In Ihrer Autobiografie schreiben Sie, dass viele BAP-Platten nicht so klangen, wie Sie wollten, sondern wie der langjährige BAP-Gitarrist Klaus "Major" Heuser wollte.

Ich finde, es gehört sich in so 'ner Autobiografie nicht zu schreiben: "Es war alles super!" Denn sonst ist man schnell bei so 'nem Höher-Größer-Schneller-Weiter-Buch. Sechzig ist für einen Rock 'n' Roller ein biblisches Alter. Und wenn so ein Geburtstag naht, dann macht man es entweder wie AC/DC und sagt: "Um Gottes willen! Rede bloß nicht über das Alter, damit wir auch für die Klassenfahrt der nächsten Generation noch attraktiv sind. Oder du sagst: "Wo ist denn das Problem? Bob Dylan zum Beispiel, der diesen Monat siebzig wird, ist jetzt endlich so alt, wie er immer schon sein wollte." Wenn du ein ehrliches Buch machen willst, dann musst du schon auch bekennen, wo du vielleicht was abgeliefert hast, was doch ein Kompromiss war, obwohl du als derjenige dastehst, der nie Kompromisse gemacht hat.

Ihr ehemaliger Bandkollege Klaus "Major" Heuser, der Komponist vieler BAP-Songs, kommt in Ihrem Buch sehr schlecht weg.

Nein, nicht sehr schlecht. Ich habe darauf geachtet, dass ich ihm mit Respekt begegne.

Sie schreiben, er habe den Rest der Band mit seinen "nicht enden wollenden" Gitarrensoli regelmäßig "zu Statisten degradiert".

Das war auch so. Und es war zeitweise sehr schwer, als Band Musik zu machen. Da gab es viel zu viel Tauziehen.
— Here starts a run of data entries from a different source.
"""The selection correction of one group of objects, with every parameter-free quantity precomputed.

A group is a set of catalogue rows sharing one structure of effective black-hole-mass cuts ("i",
"o", "ii", "io" or "oo": intrinsic / observed, see `selection.compiled`). `GroupTerms` holds the
group's thresholds, probit widths, observed masses and mass errors, and what follows from them
alone (e.g. m_err² + w² of an observed cut, m_obs - m_lim of an intrinsic one), so a likelihood
evaluation only does the arithmetic that depends on the parameters (docs/method.md#selection).
`BoundCorrection` is the correction of a whole catalogue bound to its data once: the model computes
latent means and variances on the corrected rows only (`rows`) and calls it for every parameter
vector, or, when the latent mass is affine in per-walker coefficients (the model's forward model)
and the compiled loops are built, hands over only those coefficients (`from_coefficients`): the
loops then compute the latent mass object by object, without (walkers x objects) arrays.

The arithmetic is written so that each element is computed in the same order as the direct
evaluation of `SelectionSet.log_correction` (identical results, bit for bit).
"""

import numpy as np

from . import kernels
from .probit import log_phi, log_upper_orthant


def pick(value, rows):
    """`value` restricted to `rows` on its last axis (scalars and length-1 axes pass through)."""
    value = np.asarray(value, dtype=float)
    if isinstance(rows, slice) or value.ndim == 0 or value.shape[-1] == 1:
        return value
    return value.take(rows, axis=-1)


def _buffer(*arrays):
    """An empty array of the inputs' broadcast shape (quick when every shape is a suffix of the first)."""
    first = np.shape(arrays[0])
    shapes = [np.shape(a) for a in arrays[1:]]
    if all(shape == first[len(first) - len(shape):] for shape in shapes):
        return np.empty(first)
    return np.empty(np.broadcast_shapes(first, *shapes))


class GroupTerms:
    """(log numerator factor, log normaliser) of one group at given latent means and variances.

    Parameters
    ----------
    kind : str, the group's cut structure
    lim, w2 : tuples of arrays (one per cut): thresholds (log10 Msun) and probit widths² (dex²),
        on the group's rows
    m_obs : array or float, observed log M_BH of the group's rows (log10 Msun; 0 when only the
        normaliser is wanted)
    e2 : array or float, squared mass errors (dex²)
    """

    def __init__(self, kind, lim, w2, m_obs, e2):
        self.kind, self.lim, self.w2, self.m_obs, self.e2 = kind, lim, w2, m_obs, e2
        if kind == "o":
            self.spread_free = e2 + w2[0]
        if kind == "i":
            self.obs_above = m_obs - 0.0 - lim[0]  # (m_obs - delta - l) at delta = 0
        self._compiled = None

    @property
    def compiled(self):
        """The compiled loops' per-object arrays (`kernels.PerObject`, built on first use; the
        likelihood's whole-group terms only), or None when the kernels are not available."""
        if self._compiled is None and kernels.AVAILABLE:
            lim, w2 = self.lim, self.w2
            if self.kind == "o":
                per_object = (lim[0], self.spread_free)
            elif self.kind == "i":
                per_object = (lim[0], w2[0], self.m_obs, self.e2)
            else:  # two cuts
                per_object = (*lim, *w2, self.m_obs, self.e2)
            self._compiled = kernels.PerObject(per_object, np.shape(lim[0])[-1])
        return self._compiled if kernels.AVAILABLE else None

    def write(self, mu, delta, var, out):
        """out[...] = num - norm (see __call__); `out` holds the group's rows on its contiguous last
        axis. One compiled pass when the kernels are built (two cuts: while every correlation is
        below 0.925), numpy otherwise."""
        if kernels.usable(mu, delta, var, out_shape=out.shape):
            source, _keep = kernels.arrays(mu, delta, var)
            if self.write_from(source, out):
                return out
        num, norm = self(mu, delta, var)
        np.subtract(num, norm, out=out)
        return out

    def write_from(self, source, out):
        """out[...] = num - norm by the compiled loops reading a `kernels` source (2-d `out` of the
        group's rows); False when they decline (two cuts with a correlation >= 0.925)."""
        if self.kind == "o":
            kernels.cut_observed(source, self.compiled, out)
        elif self.kind == "i":
            kernels.cut_intrinsic(source, self.compiled, True, out)
        else:
            return kernels.two_cuts(self.kind, source, self.compiled, out)
        return True

    def __call__(self, mu, delta, var, numerator=True):
        """Parameters: mu (latent mean, log10 Msun), delta (method offset, dex, or 0.0), var
        (latent variance, dex²), objects on the last axis; numerator False skips the numerator
        (returned as 0). Returns (num, norm), arrays of the broadcast shape (num may be 0.0)."""
        kind, lim, w2, e2 = self.kind, self.lim, self.w2, self.e2
        if kind == "o":
            spread = np.add(var, self.spread_free, out=_buffer(mu, delta, var, e2, lim[0]))
            np.sqrt(spread, out=spread)
            return 0.0, log_phi(np.divide(mu + (delta - lim[0]), spread, out=spread), overwrite_input=True)
        if kind == "i":
            return self._single_intrinsic(mu, delta, var, numerator)
        if kind == "oo":
            var1, var2 = var + e2 + w2[0], var + e2 + w2[1]
            rho = (var + e2) / np.sqrt(var1 * var2)
            centre = mu + delta
            return 0.0, _log_upper_orthant((lim[0] - centre) / np.sqrt(var1),
                                           (lim[1] - centre) / np.sqrt(var2), rho)
        num = 0.0
        if numerator:
            total = var + e2
            v = var * e2 / total
            mu_p = (mu * e2 + (self.m_obs - delta) * var) / total
            if kind == "ii":
                num = _orthant(mu_p, v, lim, w2)
            else:  # "io": one intrinsic cut in the numerator
                num = log_phi((mu_p - lim[0]) / np.sqrt(v + w2[0]))
        if kind == "ii":
            return num, _orthant(mu, var, lim, w2)
        var1, var2 = var + w2[0], var + e2 + w2[1]  # "io": intrinsic first, observed second
        rho = var / np.sqrt(var1 * var2)
        return num, _log_upper_orthant((lim[0] - mu) / np.sqrt(var1),
                                       (lim[1] - mu - delta) / np.sqrt(var2), rho)

    def _single_intrinsic(self, mu, delta, var, numerator):
        """One intrinsic cut: (log Φ((mu_p - l)/sqrt(v + w²)), log Φ((mu - l)/sqrt(var + w²))).

        mu_p = (mu e² + (m_obs - delta) var)/T and v = var e²/T with T = var + e², rearranged as
        ((mu - l) e² + (m_obs - delta - l) var) / sqrt(T (var e² + w² T)); written with in-place
        operations because allocating (n_walkers, N) temporaries costs as much as the arithmetic.
        """
        lim, w2, e2 = self.lim[0], self.w2[0], self.e2
        above = np.subtract(mu, lim, out=_buffer(mu, delta, var, self.m_obs, e2, lim))
        total = np.add(var, e2, out=np.empty_like(above))
        num = 0.0
        if numerator:
            spread = np.multiply(total, w2, out=np.empty_like(above))
            spread += var * e2
            spread *= total
            np.sqrt(spread, out=spread)
            arg = np.multiply(above, e2, out=total)
            obs_above = self.obs_above if np.ndim(delta) == 0 and delta == 0.0 else self.m_obs - delta - lim
            arg += obs_above * var
            arg /= spread
            num = log_phi(arg, overwrite_input=True)
            total = spread
        np.add(var, w2, out=total)
        np.sqrt(total, out=total)
        above /= total
        return num, log_phi(above, overwrite_input=True)


def _orthant(centre, var, lim, w2):
    """log P(two probit cuts on one variable ~ N(centre, var))."""
    var1, var2 = var + w2[0], var + w2[1]
    rho = var / np.sqrt(var1 * var2)
    return _log_upper_orthant((lim[0] - centre) / np.sqrt(var1), (lim[1] - centre) / np.sqrt(var2), rho)


def _log_upper_orthant(h, k, rho):
    """probit.log_upper_orthant, with its rho < 0.925 branch compiled when the kernels are built."""
    return log_upper_orthant(h, k, rho, independent=kernels.orthant_independent if kernels.AVAILABLE else None)


class BoundCorrection:
    """The selection correction of one catalogue, bound to its observed masses and errors.

    Large calls (many walkers x objects) are evaluated in blocks of columns of at most
    _BLOCK_ELEMENTS elements: the temporaries then stay in the cache and in the heap allocator's
    reused memory (fresh multi-page temporaries cost page faults that exceed the arithmetic).

    Parameters
    ----------
    groups : the selection set's groups; m_obs, m_err : arrays (n_rows,), log10 Msun and dex
    latent : dict, optional, per-object features of the affine latent mass on every catalogue row:
        s, x, e (arrays (n_rows,)) and sig2_at, off_at, host_at (int arrays or None); see
        `kernels.Affine`

    Attributes
    ----------
    rows : ndarray of int, the catalogue rows with a black-hole-mass cut, group after group; the
        arrays passed to a call hold these rows (in this order) on their last axis
    """

    def __init__(self, groups, m_obs, m_err, n_rows, latent=None):
        parts, rows, start, affine = [], [], 0, []
        for group in groups:
            index = np.arange(n_rows) if isinstance(group.rows, slice) else np.asarray(group.rows)
            lim, w2 = group.lim, group.w2
            m_obs_g, e2 = pick(m_obs, group.rows), pick(m_err, group.rows) ** 2
            if np.any(index[1:] < index[:-1]):  # catalogue order, so a group of every row needs no scatter
                order = np.argsort(index, kind="stable")
                index, lim, w2 = index[order], tuple(a[order] for a in lim), tuple(a[order] for a in w2)
                m_obs_g, e2 = (_cut(a, order) for a in (m_obs_g, e2))
            blocks = []
            for first in range(0, len(index), _BLOCK_COLUMNS):
                cut = slice(first, first + _BLOCK_COLUMNS)
                blocks.append((slice(start + first, start + min(first + _BLOCK_COLUMNS, len(index))),
                               GroupTerms(group.kind, tuple(a[cut] for a in lim), tuple(a[cut] for a in w2),
                                          _cut(m_obs_g, cut), _cut(e2, cut))))
            parts.append((slice(start, start + len(index)),
                          GroupTerms(group.kind, lim, w2, m_obs_g, e2), blocks))
            if latent is not None:
                affine.append(kernels.Affine(**{key: None if value is None else np.asarray(value)[index]
                                                for key, value in latent.items()}))
            rows.append(index)
            start += len(index)
        self.rows = np.concatenate(rows) if rows else np.zeros(0, dtype=np.intp)
        self._parts = parts
        self._affine = affine if latent is not None else None

    def from_coefficients(self, coef, sig2, off=None, host=None, fallback=None):
        """log correction per object on `rows`, shape (walkers, len(rows)), from the per-walker
        coefficients of the affine latent mass (bit for bit `self(*fallback())`); None when the
        compiled loops are not built or no `latent` features were bound.

        Parameters
        ----------
        coef : ndarray (walkers, 4), C-contiguous: alpha, beta, k_eff, beta² of each walker
        sig2 : ndarray (walkers, n), intrinsic variance per scatter group (dex²)
        off, host : ndarray (walkers, n_labels) or None, method and host-type offsets by label
            (column 0 the zero point)
        fallback : callable returning (mu, delta, var) on `rows`, for a group the loops decline
            (two cuts with a correlation >= 0.925)
        """
        if self._affine is None or not kernels.AVAILABLE:
            return None
        coef, sig2 = np.ascontiguousarray(coef, dtype=float), np.ascontiguousarray(sig2, dtype=float)
        off, host = (None if a is None else np.ascontiguousarray(a, dtype=float) for a in (off, host))
        out = np.empty((len(coef), len(self.rows)))
        arrays = None
        for (cols, terms, _), affine in zip(self._parts, self._affine):
            if not terms.write_from(affine.at(coef, sig2, off, host), out[:, cols]):
                arrays = arrays or fallback()
                mu, delta, var = arrays
                terms.write(mu[..., cols], _columns(delta, cols), var[..., cols], out[:, cols])
        return out

    def __call__(self, mu, delta, var):
        """log correction per object on `rows` (shape of the broadcast inputs, objects last).

        Parameters
        ----------
        mu : ndarray (..., len(rows)), latent mean at the observed epoch (log10 Msun)
        delta : float 0.0 or ndarray like mu, mass-method offset (dex)
        var : ndarray like mu, latent variance (dex²)
        """
        shape = np.broadcast_shapes(np.shape(mu), np.shape(delta), np.shape(var))
        out = np.empty(shape)
        per_column = int(np.prod(shape[:-1]))
        for cols, terms, blocks in self._parts:
            if terms.compiled is not None:  # one pass, no temporaries: no blocks needed
                terms.write(mu[..., cols], _columns(delta, cols), var[..., cols], out[..., cols])
                continue
            pieces = blocks if per_column * (cols.stop - cols.start) > _BLOCK_ELEMENTS else ((cols, terms),)
            for part, part_terms in pieces:
                part_terms.write(mu[..., part], _columns(delta, part), var[..., part], out[..., part])
        return out


#: Blocks of the bound correction: elements above which a call is split, and columns per block
_BLOCK_ELEMENTS = 65536
_BLOCK_COLUMNS = 2048


def _cut(value, cut):
    return value if np.ndim(value) == 0 else value[cut]


def _columns(value, cols):
    return value if np.ndim(value) == 0 else value[..., cols]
Andererseits: Ohne den Major wäre mit BAP nach dem zweiten Album schon Schluss gewesen.

Und jetzt sind Sie selbst BAP?

Nein. Seit der Major ausgestiegen ist, arbeiten wir richtig als Band. Jetzt bin ich der Sänger und Texter von BAP. Und - okay - ich habe das letzte Wort. Das habe ich mir vorbehalten. Ich habe ja lange nicht glauben wollen, dass Kunst mit Demokratie nichts zu tun hat. Aber ich habe es lernen müssen. Wer braucht denn eine Band BAP, die nach Coldplay kling? Also, ich nicht.

Am Dienstag lesen Sie im Theaterhaus; im Sommer spielen Sie mit BAP auf dem Stuttgarter Killesberg. Weshalb sind Sie nach wie vor so viel auf Achse?

Weil es am meisten Spaß macht zu sehen, wie das, was man sich ausgedacht hat, vor Publikum wächst. Und das ist so, obwohl ich mich erst in dritter Linie als Musiker sehe: Meine ersten beiden Berufe sind Geschichtenerzähler und Maler. Aber Musiker? Ich weiß nicht. Es ist selten, dass von dem, was ich im Studio auf der Gitarre spiele, auf der Platte irgendwas übrig bleibt.

Termin Wolfgang Niedeckens Lesung am 10. Mai im Theaterhaus beginnt um 20.15 Uhr.